Único capítulo
13 de mayo de 2025, 12:21
Con el pasar de las horas, los gritos de Aegon se volvieron un sonido de fondo tolerable. Los lamebotas de la corte de su hermano no tardaron en ofrecer sus respetos al Rey, usándolo como intermediario, pero Aemond ya no era un mensajero ni un segundón al servicio de otros; Aegon lo nombró Príncipe Regente mientras el dolor le permitió conciencia, le cedió su corona, su puesto, su asiento en el Trono de Hierro. Y si los dioses eran justos, pronto ocuparía ese lugar de forma permanente.
Ninguna de sus nuevas adquisiciones lo ponía a salivar como Blackfyre, la espada Valyria del conquistador. Aunque Aemond se sentía más afín a la reina Visenya, Dark Sister era lo que se catalogaría como un objetivo a largo plazo. Debía atraer al vejete de su tío, jugar al gato y al ratón por un rato, volverlo loco; solo así la victoria sería satisfactoria.
Para placeres inmediatos, tenía el coño de su sobrino bastardo.
Se preguntaba qué tanto sabría de las buenas noticias. Rhaenys Targaryen estaba muerta, reducida a cenizas, igual que los maniquíes del patio de entrenamiento –o de juegos, como consideraba más apropiado llamarle a partir de ahora– que su nueva espada decapitó. Iba por el quinto y aún no se sentía satisfecho. Necesitaba algo más, a alguien.
Si fuera su elección, si fuera posible, lo mantendría siempre desnudo, a su alcance. Un simple camisón cubría la vergüenza que Aemond sabe nunca ha tenido, lo suficiente para impedir que otras miradas se encaprichen con lo que le pertenece por derecho, por eso es que lo acepta. De lo contrario, tendría motivos para superar el espectáculo de Daemon durante la audiencia por Driftmark.
—¡La mataste! —Luke le reclamó desde la cama, ni bien cerró las puertas de sus aposentos— ¡Matasangre!

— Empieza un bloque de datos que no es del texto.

import type { Part } from "../shape.js";
import type { StatementRow } from "../statements.js";

const remembered = new WeakMap<StatementRow, ReadonlyMap<string, Part>>();

/** What the table says of the field that a line holds under a label; of a list what it lists. */
export function partOfField(row: StatementRow, label: string): Part | null {
  let known = remembered.get(row);
  if (known === undefined) {
    const parts = new Map<string, Part>();
    collect(row.parts, parts);
    remembered.set(row, parts);
    known = parts;
  }
  return known.get(label) ?? null;
}

function collect(parts: readonly Part[], found: Map<string, Part>): void {
  for (const part of parts) {
    if (part.part === "optional") collect(part.parts, found);
    else if (part.part === "either" || part.part === "any") for (const option of part.options) collect(option, found);
    else if (part.part === "list") found.set(part.label, part.of);
    else if ("label" in part && (part.part !== "words" || !found.has(part.label))) found.set(part.label, part);
  }
}
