/** What a species is made of and its charge. */
export interface Formula {
  /** atoms of each element (D and T count as their own), in order of appearance */
  readonly parts: ReadonlyMap<string, number>;
  /** in elementary charges */
  readonly charge: number;
  /** the one ASCII form: `SO4^2-`, `CuSO4.5H2O`, `[Co(NH3)5Br]^2+`, `H^+` */
  readonly text: string;
}

/** The charge as formulas write it: `^2-`, `^+`, "" for none. */
export function chargeText(charge: number): string {
  if (charge === 0) return "";
  const size = Math.abs(charge);
  return `^${size === 1 ? "" : size}${charge < 0 ? "-" : "+"}`;
}

/** A formula's ASCII text with the signs of print: `SO4^2-` to `SO₄²⁻`, `CuSO4.5H2O` to `CuSO₄·5H₂O`. */
export function printedFormula(text: string): string {
  const [body = "", charge = ""] = text.split("^");
  const below = body.replace(/(?<=[A-Za-z)\]}])\d+/g, (digits) =>
    [...digits].map((digit) => "₀₁₂₃₄₅₆₇₈₉".charAt(Number(digit))).join(""),
  );
  const above = [...charge].map((sign) => "⁺⁻⁰¹²³⁴⁵⁶⁷⁸⁹".charAt("+-0123456789".indexOf(sign))).join("");
  return below.replaceAll(".", "·") + above;
}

El chico se secó las lágrimas antes de dignarse a verle, sin usar el protocolo apropiado, aún renuente a aceptar que no era más que un prisionero, un esclavo a su servicio. Tenía suerte de utilizar aquellas transparencias como armas de seducción en su contra, capaces de hacerlo obviar sus faltas de respeto.
Aemond se acercó en silencio, con los guantes de jinete aún puestos y manchas secas en la ropa. —¿Por qué lloras, Lucerys? Esa mujer te odiaba. No eras su sangre, nunca te vería como un igual. Deberías estar feliz —susurró, antes de usar los nudillos para acariciar su mejilla.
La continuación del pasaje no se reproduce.